One of Carol’s regular features on her blog is her series of “No Bull Book Reviews”. To honor the enjoyment I get from reading her blog, her terrific sock book, and the generous gift from Carol and WEBS of a free copy of her latest book, here is my Son-of-a-No-Bull book review of Carol’s latest book.

Like Carol, I love sock yarn. Usually tightly twisted, smooth, and strong, sock yarn also comes in a dazzling array of colors. You can get shiny yarns with silk and tencel in the blend, rugged wool and nylon blends, and fuzzy, soft alpaca blends. I’ve knit with a wide variety of sock yarns at this point, making mostly socks, shawls and baby sweaters, and I’ve loved working with them all.

This book is about using sock yarn to make projects that are NOT socks. Carol divides the projects into those needing just one skein, those needing two, and those using three or more skeins. Most of the projects are clothing accessories for women, with some items for babies and a few items appropriate for men added to the mix. The designer list includes some very influential contemporary designers (Veronik Avery, Franklin Habit, Wendy Johnson, Brooke Nico, and Melissa Morgan-Oakes), some up-and-comers (Tanis Gray, Laura Grutzeck and Hunter Hammersen) and many designers who are new or not well known to me (Barbara Brown, Anmiryan Budner, Erica Flory, Ruth Garcia-Alcantud, and Elizabeth Morrison).

Carol gives us a lot of information about how to work with multicolored sock yarns, especially the ones that tend to pool into blobs of color as you knit the project. After reading this book, you will know exactly why that happens, and will have a whole toolkit of techniques to either avoid or work with the tendency of some yarns to pool. Also included is some information to help you evaluate a yarn’s thickness from the information on its label.

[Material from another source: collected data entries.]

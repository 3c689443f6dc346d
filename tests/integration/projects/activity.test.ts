import { beforeAll, expect, it } from 'vitest';
import { v7 as uuidv7 } from 'uuid';
import { GET } from '@/app/api/activity/route';
import { POST as createLoop } from '@/app/api/projects/[projectId]/loops/route';
import { POST as createProject } from '@/app/api/projects/route';
import type { ActivityPage } from '@/lib/api/activity';
import { call } from '../../make/call';
import { withDatabase } from '../../make/database';
import { makeOrganization, type MadeOrganization } from '../../make/organization';
import { signInAs } from '../../make/session';

const suite = withDatabase();
let home: MadeOrganization;
let otherProjectId: string;

beforeAll(async () => {
  home = await makeOrganization(suite.db);
  signInAs(home.designer);
  otherProjectId = (await call(createProject, { method: 'POST', body: { name: 'Other', client: '', building: '', members: [] } })).body.id;
  await call(createLoop, { method: 'POST', params: { projectId: home.projectId }, body: { name: 'HTG-2', service: 'hot' } });
});

const page = async (query = '') => (await call(GET, { query })).body as ActivityPage;

it('says who did what, on which project and loop', async () => {
  signInAs(home.technician);
  expect((await page()).rows).toMatchObject([
    { personName: 'designer', verb: 'made the loop', subject: 'HTG-2', projectName: 'Project', loopName: 'HTG-2' },
  ]);
});

it('shows the projects one is on, and an administrator everything', async () => {
  for (const [person, subjects] of [
    [home.technician, ['HTG-2']],
    [home.designer, ['HTG-2', 'Other']],
    [home.administrator, ['HTG-2', 'Other']],
    [home.outsider, []],
  ] as const) {
    signInAs(person);
    expect((await page()).rows.map(({ subject }) => subject)).toEqual(subjects);
  }
});

it('a project that is not theirs is not there to be asked for', async () => {
  signInAs(home.technician);
  expect((await call(GET, { query: `?projectId=${otherProjectId}` })).status).toBe(404);
  signInAs((await makeOrganization(suite.db, { name: 'Another' })).administrator);
  expect((await call(GET, { query: `?projectId=${home.projectId}` })).status).toBe(404);
  expect((await page()).rows).toEqual([]);
});

it('pages into the past without repeating or leaving out a row, even of one moment', async () => {
  const { organizationId, administrator } = await makeOrganization(suite.db, { name: 'Busy' });
  const at = new Date('2026-05-02T10:00:00Z');
  const rows = Array.from({ length: 120 }, (_, i) => ({
    organization_id: organizationId,
    id: uuidv7(),
    person_id: administrator.id,
    person_name: 'administrator',
    verb: 'did',
    subject: String(i),
    at: i < 60 ? at : new Date(at.getTime() + i),
  }));
  await suite.db('activity').insert(rows);
  signInAs(administrator);
  const seen: string[] = [];
  let next: ActivityPage | null = null;
  do {
    next = await page(next ? `?before=${next.rows.at(-1)!.id}` : '');
    seen.push(...next.rows.map(({ subject }) => subject));
  } while (next.hasMore);
  expect(seen).toHaveLength(120);
  expect(new Set(seen).size).toBe(120);
  expect(seen[0]).toBe('119');
});
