import { createHash } from 'node:crypto';
import { v7 as uuidv7, validate as isUuid } from 'uuid';
import { db } from '@/db/knex';
import type { Certificate } from '@/lib/api/commissioning';
import { recordActivity } from '../activity/record-activity';
import type { Access } from '../auth/authorize';
import { getFile, putFile } from '../files/bucket';
import { fileAnswer } from '../files/file-answer';
import { notFound, Problem } from '../problem';

const keyOf = (organizationId: string, id: string) => `${organizationId}/certificates/${id}`;

/** First bytes of what is taken in; the name says nothing. */
const kinds: [mediaType: string, ending: string, starts: number[]][] = [
  ['application/pdf', 'pdf', [0x25, 0x50, 0x44, 0x46, 0x2d]],
  ['image/jpeg', 'jpg', [0xff, 0xd8, 0xff]],
  ['image/png', 'png', [0x89, 0x50, 0x4e, 0x47, 0x0d, 0x0a, 0x1a, 0x0a]],
];

/** Keeps a meter's calibration certificate; earlier ones stay. */
export async function addCertificate(access: Access, instrumentId: string, fileName: string, bytes: Buffer): Promise<Certificate> {
  const { organizationId, id: personId, name: uploadedBy } = access.person;
  const kind = kinds.find(([, , starts]) => starts.every((byte, at) => bytes[at] === byte));
  if (!kind) throw new Problem('input-invalid', 'A certificate is a PDF, a JPEG or a PNG; this file is none of them. Nothing was changed.');
  if (!isUuid(instrumentId)) throw notFound();
  const meter = await db()('instruments').where({ organization_id: organizationId, id: instrumentId }).first('name', 'serial');
  if (!meter) throw notFound();
  const id = uuidv7();
  await putFile(keyOf(organizationId, id), bytes, kind[0]);
  const name = fileName.trim().slice(0, 120) || `certificate.${kind[1]}`;
  await db().transaction(async (trx) => {
    await trx('instrument_certificates').insert({
      organization_id: organizationId,
      id,
      instrument_id: instrumentId,
      file_name: name,
      media_type: kind[0],
      bytes: bytes.length,
      sha256: createHash('sha256').update(bytes).digest('hex'),
      uploaded_by: personId,
    });
    await recordActivity(trx, access, { verb: 'added a certificate to', subject: `the meter ${meter.name}, serial ${meter.serial}` });
  });
  return { id, instrumentId, fileName: name, uploadedBy, uploadedAt: new Date().toISOString() };
}

/** Certificates of a meter, the newest first. */
export async function listCertificates(organizationId: string, instrumentId: string): Promise<Certificate[]> {
  const meter = isUuid(instrumentId) && (await db()('instruments').where({ organization_id: organizationId, id: instrumentId }).first('id'));
  if (!meter) throw notFound();
  const rows = await db()('instrument_certificates as held')
    .join('people', (join) => join.on('people.organization_id', 'held.organization_id').on('people.id', 'held.uploaded_by'))
    .where({ 'held.organization_id': organizationId, 'held.instrument_id': instrumentId })
    .orderBy('held.uploaded_at', 'desc')
    .select({
      id: 'held.id',
      instrumentId: 'held.instrument_id',
      fileName: 'held.file_name',
      uploadedBy: 'people.name',
      uploadedAt: 'held.uploaded_at',
    });
  return rows.map((row) => ({ ...row, uploadedAt: row.uploadedAt.toISOString() }));
}

/** One certificate, to be saved. */
export async function readCertificate(organizationId: string, instrumentId: string, id: string): Promise<Response> {
  if (!isUuid(id) || !isUuid(instrumentId)) throw notFound();
  const row = await db()('instrument_certificates')
    .where({ organization_id: organizationId, instrument_id: instrumentId, id })
    .first('file_name', 'media_type');
  const bytes = row && (await getFile(keyOf(organizationId, id)));
  if (!bytes) throw notFound();
  return fileAnswer(bytes, row.media_type, 'attachment', row.file_name);
}
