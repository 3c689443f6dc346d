import { v7 as uuidv7 } from 'uuid';
import { db } from '@/db/knex';
import type { Instrument, InstrumentInput } from '@/lib/api/commissioning';
import { recordActivity } from '../activity/record-activity';
import type { Access } from '../auth/authorize';
import { instrumentRow, unlessSerialTaken } from './instrument-row';

export async function addInstrument(access: Access, input: InstrumentInput): Promise<Instrument> {
  const { organizationId } = access.person;
  const id = uuidv7();
  await unlessSerialTaken(
    db().transaction(async (trx) => {
      await trx('instruments').insert({ organization_id: organizationId, id, ...instrumentRow(input) });
      await recordActivity(trx, access, { verb: 'added', subject: `the meter ${input.name}, serial ${input.serial}` });
    }),
  );
  return { id, ...input };
}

Do you ever love all of the patterns in a knitting book? I don’t, either. That said, there are eight projects that I can imagine making, and a few more that I am pondering. That’s a pretty respectable percentage in a book with 27 patterns in all.

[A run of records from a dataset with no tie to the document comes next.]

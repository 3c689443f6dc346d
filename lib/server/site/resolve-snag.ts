import { db } from '@/db/knex';
import type { ResolveSnag } from '@/lib/api/site';
import { recordActivity } from '../activity/record-activity';
import type { Access } from '../auth/authorize';
import { notFound, Problem } from '../problem';
import { insertOnce } from './insert-once';

/** Writes down what was done about a snag; it is resolved once and for all, a new fault is a new snag. */
export async function resolveSnag(access: Access, loopId: string, input: ResolveSnag): Promise<{ id: string }> {
  const { organizationId } = access.person;
  const { id, snagId, note, resolvedAt, clockOffsetMs } = input;
  return db().transaction(async (trx) => {
    const snag = await trx('snags').where({ organization_id: organizationId, loop_id: loopId, id: snagId }).forUpdate().first('number');
    if (!snag) throw notFound();
    const done = await trx('snag_resolutions').where({ organization_id: organizationId, snag_id: snagId }).first('id');
    if (done && done.id !== id) throw new Problem('snag-resolved', `Snag ${snag.number} has been resolved already.`);
    const isNew = await insertOnce(
      trx,
      access,
      'snag_resolutions',
      loopId,
      { id, enteredAt: resolvedAt, clockOffsetMs },
      { snag_id: snagId, note },
    );
    const loop = await trx('loops').where({ organization_id: organizationId, id: loopId }).first('name');
    if (isNew) await recordActivity(trx, access, { verb: 'resolved', subject: `snag ${snag.number} of ${loop.name}: ${note}`, loopId });
    return { id };
  });
}
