import { db } from '@/db/knex';
import type { AnswerCheck } from '@/lib/api/site';
import { readinessChecks } from '@/lib/commissioning/readiness-checks';
import { recordActivity } from '../activity/record-activity';
import type { Access } from '../auth/authorize';
import { notFound, Problem } from '../problem';
import { insertOnce } from './insert-once';

const words = { done: 'done', open: 'open again', 'not-applicable': 'not applicable' } as const;

/** Stores the answer to one readiness check; earlier ones stay in the record. */
export async function answerCheck(access: Access, loopId: string, input: AnswerCheck): Promise<{ id: string }> {
  const { id, checkKey, answer, remark, answeredAt, clockOffsetMs } = input;
  const check = readinessChecks.find(({ key }) => key === checkKey);
  if (!check) {
    const message = 'There is no check of this name.';
    throw new Problem('input-invalid', message, { fields: [{ path: 'checkKey', message }] });
  }
  return db().transaction(async (trx) => {
    const loop = await trx('loops').where({ organization_id: access.person.organizationId, id: loopId }).first('name');
    if (!loop) throw notFound();
    const entered = { id, enteredAt: answeredAt, clockOffsetMs };
    const isNew = await insertOnce(trx, access, 'check_answers', loopId, entered, { check_key: checkKey, answer, remark });
    if (isNew)
      await recordActivity(trx, access, {
        verb: 'checked',
        subject: `“${check.text}” of ${loop.name}: ${words[answer]}`,
        loopId,
      });
    return { id };
  });
}
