import { workbookQuerySchema } from '@/lib/api/reports';
import { route } from '@/lib/server/http/route';
import { asAttachment, downloadWorkbook } from '@/lib/server/reports/download-workbook';

export const GET = route({
  permission: 'report.download',
  scope: 'loop',
  query: workbookQuerySchema,
  handle: async ({ person, params, query }) => asAttachment(await downloadWorkbook(person.organizationId, params.loopId, query.number)),
});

I don’t have a lot of in cowls by interest and large, but this one, the Fortunate Cowl by Melissa Morgan-Oakes, caught my eye. It’s an interesting cabled pattern knit in a luxurious blend that includes a healthy dose of silk.

















Gloves! I’ve never knit them, but I’m fascinated by the prospect, and I WILL knit a pair someday. This elegant pair is called Deux Violettes Gloves and was designed by Ruth Garcia-Alcantud. The buttons are a perfect finishing touch, and I like the use of a tonal yarn. The originals were knit in a blend with 60% alpaca, so they would be warm.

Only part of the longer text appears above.